Ces derniers jours avec cette affaire de pression qui pèserai sur la justice militaire afin qu’elle lève le mandat d’arrêt contre Guillaume Soro, les confrères ont fortement contribué à relayer la colère et l’indignation des populations. De la déclaration du mouvement le Balai Citoyen du 07 février, à l’interview de Me Farama en passant par les analyses personnelles, Oméga et ses deux « chefs » de la rédaction, Nagreogo et Bougma, ont fait preuve de professionnalisme dans le traitement de l’information.

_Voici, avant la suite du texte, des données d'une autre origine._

describe('how stamps are written', () => {
  const header = 'date,temp_c';
  const wanted = (reading: ImportReading) => [3, 17].map((hour) => value(reading, 'hour_air_temperature_c', '2024-06-01', hour));
  const forms: [string, string, ImportOptions][] = [
    ['ISO', `${header}\n${rows('2024-06-01', 60, (m) => String(m / 60))}`, {}],
    [
      'YYYYMMDDhhmm',
      `${header}\n${rows(
        '2024-06-01',
        60,
        (m) => String(m / 60),
        (_, m) => `20240601${two(m / 60)}00`,
      )}`,
      {},
    ],
    [
      'YYYYMMDD:hhmm',
      `${header}\n${rows(
        '2024-06-01',
        60,
        (m) => String(m / 60),
        (_, m) => `20240601:${two(m / 60)}00`,
      )}`,
      {},
    ],
    [
      'd/m/y with pm',
      `${header}\n${rows(
        '2024-06-01',
        60,
        (m) => String(m / 60),
        (_, m) => `01/06/2024 ${(m / 60) % 12 || 12}:00 ${m < 720 ? 'am' : 'PM'}`,
      )}`,
      { dateOrder: 'dmy' },
    ],
    [
      'date and hour 0–23',
      `date,hour,temp_c\n${rows(
        '2024-06-01',
        60,
        (m) => String(m / 60),
        (d, m) => `${d},${m / 60}`,
      )}`,
      {},
    ],
    [
      'date and clock',
      `date,time,temp_c\n${rows(
        '2024-06-01',
        60,
        (m) => String(m / 60),
        (d, m) => `${d},${m / 60}:00`,
      )}`,
      {},
    ],
    [
      'date and hhmm',
      `date,hour,temp_c\n${rows(
        '2024-06-01',
        60,
        (m) => String(m / 60),
        (d, m) => `${d},${m === 0 ? '0' : `${m / 60}00`}`,
      )}`,
      {},
    ],
    [
      'year, day of year, hour',
      `year,doy,hour,temp_c\n${rows(
        '2024-06-01',
        60,
        (m) => String(m / 60),
        (_, m) => `2024,153,${m / 60}`,
      )}`,
      {},
    ],
    [
      'parts with minutes',
      `year,month,day,hour,minute,temp_c\n${rows(
        '2024-06-01',
        30,
        (m) => String(Math.floor(m / 60)),
        (_, m) => `2024,6,1,${Math.floor(m / 60)},${m % 60}`,
      )}`,
      {},
    ],
  ];
  test.each(forms)('%s', async (_, text, options) => {
    const reading = await read(text, { stamp: 'start', ...options });
    expect(reading.findingCounts.error).toBe(0);
    expect(wanted(reading)).toEqual([3, 17]);
  });

  test('hours that count to 24, headers and half-hours tell what a stamp names', async () => {
    const to24 = await read(
      `date,hour,temp_c\n${rows(
        '2024-06-01',
        60,
        (m) => String(m / 60),
        (d, m) => `${d},${m / 60 + 1}`,
      )}`,
    );
    expect(to24.understood.stamp).toBe('end');
    expect(wanted(to24)).toEqual([3, 17]);
    const start = await read(
      `TIMESTAMP_START,TIMESTAMP_END,TA\n${rows(
        '2024-06-01',
        60,
        (m) => String(m / 60),
        (_, m) => `20240601${two(m / 60)}00,20240601${two(m / 60)}59`,
      )}`,
    );
    expect(start.understood.stamp).toBe('start');
    expect(wanted(start)).toEqual([3, 17]);
    const centred = await read(
      `date,temp_c\n${rows(
        '2024-06-01',
        60,
        (m) => String(m / 60),
        (d, m) => `${d}T${two(m / 60)}:30`,
      )}`,
    );
    expect(centred.understood.stamp).toBe('centre');
    expect(wanted(centred)).toEqual([3, 17]);
    const assumed = await read(`date,temp_c\n${rows('2024-06-01', 60, (m) => String(m / 60))}`);
    expect(codes(assumed)).toContain('warning stamp-assumed');
  });

  test('half-hours of a year: day 366 of a common year at hour 0 is the end of its last day', async () => {
    const lines = Array.from({ length: 48 }, (_, i) => (i === 47 ? '1998,366,0,7' : `1998,365,${(i + 1) / 2},5`));
    const reading = await read(`Year,DoY,Hour,Tair\n-,-,-,degC\n${lines.join('\n')}`);
    expect(reading.findingCounts.error).toBe(0);
    expect(reading.understood.stamp).toBe('end');
    expect(value(reading, 'hour_air_temperature_c', '1998-12-31', 23)).toBe(6);
  });

  test('the sun tells: energy half an hour before noon means that stamps name the start', async () => {
    // at 15° E in UTC+1 the sun stands highest near 12 h, give or take the season: here day 105, when the correction is nil
    const shape = (m: number) => Math.max(0, Math.cos(((m + 30 - 720) / 720) * Math.PI)) * 800;
    const days = Array.from({ length: 12 }, (_, d) => rows(`2024-04-${two(d + 9)}`, 60, (m) => shape(m).toFixed(1)));
    const sites = [{ ...SITE, longitude: 15, latitude: 45 }];
    const reading = await read(`date,solar_w_m2\n${days.join('\n')}`, { stampZone: 'UTC+01:00' }, { knownSites: sites });
    expect(reading.understood.stamp).toBe('start');
    const shifted = await read(`date,solar_w_m2\n${days.join('\n')}`, { stampZone: 'UTC-03:00' }, { knownSites: sites });
    expect(codes(shifted)).toContain('warning sun-off-noon');
  });
});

Cela a mis les autorités en difficulté et susciter une conférence de presse de justification qui n’est rien d’autre que la conséquence de la pression qui était de plus en plus grandissante. Que se passe-t-il réellement à la radio Omega ? Une question à plusieurs inconnues. « Le DG a reçu l’ordre de me démettre de mes fonctions », a affirmé Albert Nagreogo sur sa page facebook. Le DG a-t-il reçu l’ordre de qui ? D’Alpha Barry, fondateur de la radio et tout nouveau ministre des affaires étrangères ? C’est l’opinion dominante et la plus cohérente d’ailleurs. Si ce n’est pas le fondateur, qui pourra donner des injonctions au DG ?

Si cet argument venait à se confirmer, cela constitue une atteinte grave à la liberté de la presse, une immixtion de l’exécutif dans le 4e pouvoir, la presse, peu importe que la radio soit la propriété privée d’un ministre.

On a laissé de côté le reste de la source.